Liger-Kernel is a collection of pre-built fused Triton kernels and patching utilities designed to accelerate large language model training. It provides drop-in kernel replacements for common LLM operations such as RMSNorm, cross-entropy loss, and attention, enabling increased throughput and reduced memory usage while preserving bitwise-exact gradients. The project serves as a toolkit for composing custom model architectures from individual optimized kernels and for patching pre-existing models with minimal code changes.
The project distinguishes itself through its ability to perform runtime model surgery via monkey-patching, allowing specific layers in Hugging Face or Megatron-LM models to be swapped for optimized kernels without altering source code. It also offers fused kernel techniques that combine multiple operations into single GPU kernels, including preference optimization loss fusion that reduces memory usage during fine-tuning by up to 80%. Multi-stream residual wrapping stabilizes deep network training by wrapping arbitrary layers with doubly-stochastic residual streams.

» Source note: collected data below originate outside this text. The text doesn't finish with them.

package dev.countercheck.element.padfooting;

import dev.countercheck.element.ProjectReviewer;
import dev.countercheck.input.SourceLocation;
import dev.countercheck.review.ClaimComparer;
import dev.countercheck.review.ElementAssembler;
import dev.countercheck.review.ElementReview;
import dev.countercheck.review.SeverityPolicy;
import dev.countercheck.ruleset.Ruleset;
import dev.countercheck.ruleset.RulesetLoader;
import dev.countercheck.submission.CharacteristicLoad;
import dev.countercheck.submission.CharacteristicLoad.Source;
import dev.countercheck.submission.Column;
import dev.countercheck.submission.Materials;
import dev.countercheck.submission.PadFooting;
import dev.countercheck.submission.PileCap.CastAgainst;
import dev.countercheck.submission.Point;
import net.jqwik.api.ForAll;
import net.jqwik.api.Property;
import net.jqwik.api.constraints.DoubleRange;

import java.nio.file.Path;
import java.util.ArrayList;
import java.util.List;
import java.util.Map;
import java.util.Optional;

import static org.assertj.core.api.Assertions.assertThat;
import static org.assertj.core.api.Assertions.within;

/**
 * Properties of the generated GEO and EQU sets on an invented pad footing (2400 × 2000 × 550, column 400 × 400
 * centred, 450 mm of soil at 18 kN/m³ over it, φ'k 30°, φ'cv,k 28°) given by characteristic loads only (G: N, My;
 * Q category B: N; W: N, My, Hx, reversible): the review's overturning and sliding utilisations are the least
 * favourable over every admissible EN 1990 combination, found here by an independent enumeration; and adding a
 * permanent load that only holds the footing down never raises either.
 * <p>
 * The enumeration: each variable action's factor runs over {0, γQ·ψ0, γQ} (the wind with either sign), at
 * most one of them at γQ (the leading one), the permanent actions with γG,sup and with γG,inf. Overturning is
 * Ed,dst/Ed,stb about the edges x = ±Lx/2, and sliding Hd/Rd (drained, δd = φ'cv,d) are quasi-convex in the
 * factors (a convex function over a positive linear one), so their greatest value over the admissible region
 * lies at one of these points (the region is the union of the box "Q leads" and the box "W leads").
 * Factors: EN 1990:2002 Table A1.2(A) (EQU: γG,sup 1.10, γG,inf 0.90, γQ 1.5; the footing's and the
 * overburden's weight, only ever stabilising, × γG,inf in every case: EN 1990 6.4.3.1(4)), Table A1.2(B) (STR
 * = DA1-1: γG,sup 1.35, γG,inf 1.0, γQ 1.5, weights with the case's γG), Table A1.2(C) (DA1-2: γG 1.0, γQ
 * 1.3); ψ0 = 0.7 (category B) and 0.6 (wind), Table A1.1; M2 γφ' = 1.25, R1 γR;h = 1.0, EN 1997-1 Tables A.4,
 * A.5 (from memory).
 */
class PadCombinationProperties {

    static final Ruleset RULES = rules();
    private static final PadFootingReviewer REVIEWER = new PadFootingReviewer(new ElementAssembler(
            new ClaimComparer(RULES.number("claim_tolerance"), Map.of()), new SeverityPolicy(RULES::severity)));
    private static final SourceLocation HERE = new SourceLocation("property", 1, 1);
    private static final double LX = 2.4;
    private static final double LY = 2.0;
    private static final double H = 0.55;
    private static final double OVERBURDEN = 0.45;
    private static final double PSI_B = 0.7;
    private static final double PSI_W = 0.6;

    /** The loads of one try. */
    record Loads(double g, double gMy, double q, double w, double wMy, double wHx) {

        List<CharacteristicLoad> list() {
            return List.of(new CharacteristicLoad(Source.G, Optional.empty(), g, 0, gMy, 0, 0, false, HERE),
                    new CharacteristicLoad(Source.Q, Optional.of("B"), q, 0, 0, 0, 0, false, HERE),
                    new CharacteristicLoad(Source.W, Optional.empty(), w, 0, wMy, wHx, 0, true, HERE));
        }
    }

    @Property(tries = 25)
    void overturningAndSlidingAreTheLeastFavourableOverEveryCombination(
            @ForAll @DoubleRange(min = 150, max = 600) double g, @ForAll @DoubleRange(min = -40, max = 40) double gMy,
            @ForAll @DoubleRange(min = 10, max = 200) double q, @ForAll @DoubleRange(min = -80, max = 80) double w,
            @ForAll @DoubleRange(min = 20, max = 250) double wMy, @ForAll @DoubleRange(min = 5, max = 80) double wHx) {
        Loads loads = new Loads(g, gMy, q, w, wMy, wHx);
        ElementReview pad = review(pad(loads.list(), OVERBURDEN * 1000));
        double overturning = PadCombinationsTest.check(pad, "overturning").utilisation().orElseThrow();
        double sliding = PadCombinationsTest.check(pad, "sliding").utilisation().orElseThrow();
        assertThat(overturning).isCloseTo(worstOverturning(loads), within(1e-9 * overturning + 1e-12));
        assertThat(sliding).isCloseTo(worstSliding(loads), within(1e-9 * sliding + 1e-12));
    }

    @Property(tries = 15)
    void aPermanentLoadThatHoldsTheFootingDownNeverRaisesOverturningOrSliding(
            @ForAll @DoubleRange(min = 150, max = 600) double g, @ForAll @DoubleRange(min = 10, max = 200) double q,
            @ForAll @DoubleRange(min = -80, max = 80) double w, @ForAll @DoubleRange(min = 20, max = 250) double wMy,
            @ForAll @DoubleRange(min = 5, max = 80) double wHx, @ForAll @DoubleRange(min = 1, max = 400) double extra) {
        List<CharacteristicLoad> before = new Loads(g, 0, q, w, wMy, wHx).list();
        List<CharacteristicLoad> after = new ArrayList<>(before);
        after.add(new CharacteristicLoad(Source.G, Optional.empty(), extra, 0, 0, 0, 0, false, HERE));
        ElementReview b = review(pad(before, OVERBURDEN * 1000));
        ElementReview a = review(pad(after, OVERBURDEN * 1000));
        for (String id : List.of("overturning", "sliding")) {
            assertThat(PadCombinationsTest.check(a, id).utilisation().orElseThrow()).as(id)
                    .isLessThanOrEqualTo(PadCombinationsTest.check(b, id).utilisation().orElseThrow() + 1e-12);
        }
    }

    /** Greatest Ed,dst/Ed,stb over the EQU combinations, enumerated independently. */
    private static double worstOverturning(Loads l) {
        double weights = 0.9 * weights();
        double worst = 0;
        for (double gamma : new double[] {1.10, 0.90}) {
            for (double[] f : variableFactors(1.5)) {
                double n = gamma * l.g + f[0] * l.q + f[1] * l.w;
                double my = gamma * l.gMy + f[1] * (l.wMy + l.wHx * H);
                for (double m : new double[] {my, -my}) {
                    double dst = Math.max(0, m) + Math.max(0, -n) * LX / 2;
                    double stb = (Math.max(0, n) + weights) * LX / 2;
                    worst = Math.max(worst, dst / stb);
                }
            }
        }
        return worst;
    }

    /** Greatest Hd/Rd over DA1-1 (STR factors, M1) and DA1-2 (GEO factors, M2), enumerated independently. */
    private static double worstSliding(Loads l) {
        double tanCv = Math.tan(Math.toRadians(28));
        double worst = 0;
        for (double gamma : new double[] {1.35, 1.0}) {
            for (double[] f : variableFactors(1.5)) {
                worst = Math.max(worst, sliding(l, gamma, f, tanCv));
            }
        }
        for (double[] f : variableFactors(1.3)) {
            worst = Math.max(worst, sliding(l, 1.0, f, tanCv / 1.25));
        }
        return worst;
    }

    private static double sliding(Loads l, double gamma, double[] f, double tanDelta) {
        double v = gamma * (l.g + weights()) + f[0] * l.q + f[1] * l.w;
        return Math.abs(f[1] * l.wHx) / (v * tanDelta);
    }

    /** {Q factor, W factor} over {0, γQ·ψ0, γQ} each (W with both signs), at most one at γQ. */
    private static List<double[]> variableFactors(double gammaQ) {
        List<double[]> out = new ArrayList<>();
        for (double fq : new double[] {0, gammaQ * PSI_B, gammaQ}) {
            for (double fw : new double[] {0, gammaQ * PSI_W, gammaQ, -gammaQ * PSI_W, -gammaQ}) {
                if (!(fq == gammaQ && Math.abs(fw) == gammaQ)) {
                    out.add(new double[] {fq, fw});
                }
            }
        }
        return out;
    }

    /** Wf + Ws, kN: concrete (ruleset unit weight) and 450 mm of soil at 18 kN/m³ outside the column. */
    private static double weights() {
        return RULES.number("concrete_unit_weight") * LX * LY * H + 18 * (LX * LY - 0.16) * OVERBURDEN;
    }

    static ElementReview review(PadFooting pad) {
        return REVIEWER.review(pad, RULES);
    }

    /** The invented pad with {@code loads} and no designer's cases. */
    static PadFooting pad(List<CharacteristicLoad> loads, double overburdenMm) {
        Materials materials = new Materials(Optional.of("C30/37"), 30, 500, 20, List.of("XC2"), "S4", Optional.empty());
        Column column = new Column(Column.ColumnShape.RECTANGULAR, 400, 400, new Point(0, 0),
                Optional.of(new Column.StarterBars(4, 12)));
        PadFooting.Soil soil = new PadFooting.Soil(Optional.of(250.0), overburdenMm, 18, Optional.of(30.0),
                Optional.empty(), Optional.empty(), Optional.of(19.0), Optional.of(28.0), Optional.empty());
        return new PadFooting("P", "", HERE, materials, LX * 1000, LY * 1000, H * 1000, CastAgainst.BLINDING,
                Optional.of(soil), column, List.of(), Optional.empty(), List.of(), loads);
    }

    private static Ruleset rules() {
        try {
            return new RulesetLoader(Path.of("rulesets"), ProjectReviewer.RULE_VOCABULARY).load("en1992-recommended");
        } catch (Exception e) {
            throw new AssertionError(e);
        }
    }
}
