describe('device tokens', () => {
  it('when created, the token works; rotated, the old one stops at once; revoked, the new one stops too', async () => {
    const { agent, station, token } = await provisioned();
    expect(token).toMatch(/^fld_/);
    expect((await device(token).get('/config')).status).toBe(200);
    const { body: rotated } = await agent.post(`/api/stations/${station.id}/device-token`);
    expect((await device(token).get('/config')).status).toBe(401);
    expect((await device(rotated.token).get('/config')).status).toBe(200);
    expect((await agent.delete(`/api/stations/${station.id}/device-token`)).status).toBe(204);
    expect((await device(rotated.token).get('/config')).status).toBe(401);
  });

  it('when another operator or the club admin asks for a token, responds 404 / 403', async () => {
    const { station, user } = await provisioned();
    const stranger = await signedInAgent(server.app);
    expect((await stranger.agent.post(`/api/stations/${station.id}/device-token`)).status).toBe(404);
    const admin = await signedInAgent(server.app);
    await makeClub('Token Circle', admin.user.id, [user.id]);
    expect((await admin.agent.post(`/api/stations/${station.id}/device-token`)).status).toBe(403);
  });

  it('when no token, a malformed header or a made-up token is sent, responds 401 without setting a cookie', async () => {
    for (const header of [undefined, 'Token abc', 'Bearer fld_not-a-real-token']) {
      const req = request(handler).get('/api/device/v1/config');
      const res = await (header ? req.set('Authorization', header) : req);
      expect(res.status).toBe(401);
      expect(res.headers['set-cookie']).toBeUndefined();
    }
  });

  it('when a device heartbeats, it can only ever write to its own station', async () => {
    const a = await provisioned();
    const b = await provisioned();
    await device(a.token).post('/heartbeat', heartbeat);
    const healthA = await a.agent.get(`/api/stations/${a.station.id}/health`);
    const healthB = await b.agent.get(`/api/stations/${b.station.id}/health`);
    expect(healthA.body.lastHeartbeatAt).not.toBeNull();
    expect(healthB.body.lastHeartbeatAt).toBeNull();
    expect((await a.agent.get(`/api/stations/${b.station.id}/health`)).status).toBe(404);
  });
});

describe('GET /api/device/v1/config', () => {
  it('when fetched, carries the core’s symbols and tone frequencies for every planned transmission', async () => {
    const { token } = await provisioned();
    const res = await device(token).get('/config');
    expect(res.status).toBe(200);
    expect(res.body.identity.callsign).toBe('Q9ZZT');
    expect(res.body.status).toBe('transmit');
    const txs = res.body.plan.transmissions;
    expect(txs.length).toBeGreaterThan(0);
    for (const tx of txs.slice(0, 6)) {
      const core = encodeMessage(tx.messageText);
      expect(core.ok && Array.from(core.symbols).join('')).toBe(tx.symbols);
      expect(tx.symbols).toHaveLength(162);
      toneFrequenciesHz(tx.carrierHz).forEach((f, k) => expect(tx.tonesHz[k]).toBeCloseTo(f, 3));
      const command = commandForBand(14_095_600, tx.carrierHz - 14_095_600, { referenceErrorPpm: 0, bandOffsetHz: 12.5 });
      command.commandTonesHz.forEach((f, k) => expect(tx.commandTonesHz[k]).toBeCloseTo(f, 3));
      expect(tx.registers.tones).toHaveLength(4);
    }
    // a 6-character locator alternates Type 1 and Type 3 (WSPR protocol description)
    expect(txs.slice(0, 2).map((t: { messageType: number }) => t.messageType)).toEqual([1, 3]);
  });

  it('when nothing changed, answers 304 to If-None-Match; after each kind of change, 200 with a new ETag', async () => {
    const { agent, station, unit, token, user } = await provisioned();
    const admin = await signedInAgent(server.app);
    const clubId = await makeClub('Etag Circle', admin.user.id, [user.id]);
    let etag = (await device(token).get('/config')).headers.etag;
    expect((await device(token).get('/config').set('If-None-Match', etag)).status).toBe(304);
    const changes: [string, () => Promise<unknown>][] = [
      ['station', () => agent.patch(`/api/stations/${station.id}`).send({ audioOffsetHz: 1490 })],
      ['bands', () => agent.put(`/api/stations/${station.id}/bands/40m`).send({ enabled: true })],
      [
        'calibration',
        () =>
          agent
            .post(`/api/stations/${station.id}/calibration`)
            .send({ source: 'typed', offsets: [{ bandId: '20m', calibrationOffsetHz: 13 }] }),
      ],
      ['schedule', () => agent.patch(`/api/stations/${station.id}/schedule`).send({ stagger: { stepHz: 2, spanHz: 6 } })],
      ['unit', () => agent.patch(`/api/units/${unit.id}`).send({ attenuatorDb: 3 })],
      [
        'suspension',
        () => admin.agent.post(`/api/clubs/${clubId}/stations/${station.id}/suspension`).send({ reason: 'Checking the device API' }),
      ],
    ];
    for (const [what, change] of changes) {
      await new Promise((r) => setTimeout(r, 5)); // change stamps are kept to the millisecond
      await change();
      const res = await device(token).get('/config').set('If-None-Match', etag);
      expect({ what, status: res.status }).toEqual({ what, status: 200 });
      expect(res.headers.etag).not.toBe(etag);
      etag = res.headers.etag;
    }
    const suspended = await device(token).get('/config');
    expect(suspended.body.status).toBe('suspended');
    expect(suspended.body.plan.transmissions).toEqual([]);
  });
});

describe('the config poll on both paths', () => {
  it('when asked through Express and through the fast path, both answer the same body, ETag and 304', async () => {
    const { token } = await provisioned();
    const fast = await device(token).get('/config');
    const viaExpress = await request(server.app).get('/api/device/v1/config').set('Authorization', `Bearer ${token}`);
    expect(viaExpress.status).toBe(200);
    expect(viaExpress.headers.etag).toBe(fast.headers.etag);
    expect(viaExpress.body).toEqual(fast.body);
    const notModified = await request(server.app)
      .get('/api/device/v1/config')
      .set('Authorization', `Bearer ${token}`)
      .set('If-None-Match', fast.headers.etag);
    expect(notModified.status).toBe(304);
  });

  it('when polled past the limit on the fast path, responds 429 (one count shared with the other device routes)', async () => {
    const { token } = await provisioned();
    for (let i = 0; i < 29; i += 1) await device(token).post('/heartbeat', heartbeat);
    expect((await device(token).get('/config')).status).toBe(200);
    const limited = await device(token).get('/config');
    expect(limited.status).toBe(429);
    expect(limited.body.error.code).toBe('rate-limited');
  });
});

describe('config encodings', () => {
  // The bytes as sent: supertest would inflate them before we could look.
  async function rawGet(token: string, headers: Record<string, string>) {
    const listener = createServer(handler).listen(0, '127.0.0.1');
    await once(listener, 'listening');
    try {
      const { port } = listener.address() as AddressInfo;
      const res = await new Promise<IncomingMessage>((resolve, reject) =>
        get(
          { host: '127.0.0.1', port, path: '/api/device/v1/config', headers: { ...headers, authorization: `Bearer ${token}` } },
          resolve,
        ).on('error', reject),
      );
      const chunks: Buffer[] = [];
      for await (const chunk of res) chunks.push(chunk as Buffer);
      return { headers: res.headers, body: Buffer.concat(chunks) };
    } finally {
      listener.close();
    }
  }

  it('when the device takes gzip, sends the same document compressed, with its own ETag, and 304s either ETag', async () => {
    const { token } = await provisioned();
    const plain = await device(token).get('/config').set('Accept-Encoding', 'identity');
    expect(plain.headers['content-encoding']).toBeUndefined();
    const packed = await rawGet(token, { 'accept-encoding': 'gzip' });
    expect(packed.headers['content-encoding']).toBe('gzip');
    expect(packed.headers.vary).toBe('Accept-Encoding');
    // RFC 1952: a gzip member starts with the bytes 1f 8b
    expect([...packed.body.subarray(0, 2)]).toEqual([0x1f, 0x8b]);
    expect(JSON.parse(gunzipSync(packed.body).toString('utf8'))).toEqual(plain.body);
    expect(packed.body.length * 4).toBeLessThan(Number(plain.headers['content-length']));
    // RFC 9110 §8.8.3: different content codings of one version get different strong validators
    expect(packed.headers.etag).not.toBe(plain.headers.etag);
    for (const etag of [plain.headers.etag as string, packed.headers.etag as string]) {
      const again = await device(token).get('/config').set('Accept-Encoding', 'gzip').set('If-None-Match', etag);
      expect(again.status).toBe(304);
      expect(again.headers.etag).toBe(packed.headers.etag);
      expect(again.headers['x-content-type-options']).toBeUndefined();
    }
  });

  it('when gzip is refused with q=0, answers plain JSON', async () => {
    const { token } = await provisioned();
    const res = await device(token).get('/config').set('Accept-Encoding', 'gzip;q=0, identity');
    expect(res.status).toBe(200);
    expect(res.headers['content-encoding']).toBeUndefined();
    expect(res.body.identity.callsign).toBe('Q9ZZT');
  });
});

The kernel library covers a broad range of operations including RMS layer normalization, rotary position embeddings, softmax and sparsemax computation, multi-token attention, and fused linear cross-entropy. It supports alignment loss computation for methods such as DPO, ORPO, SimPO, and CPO, as well as distillation loss computation for knowledge distillation tasks. The project integrates with distributed training frameworks including FSDP, DeepSpeed, and DDP without additional configuration.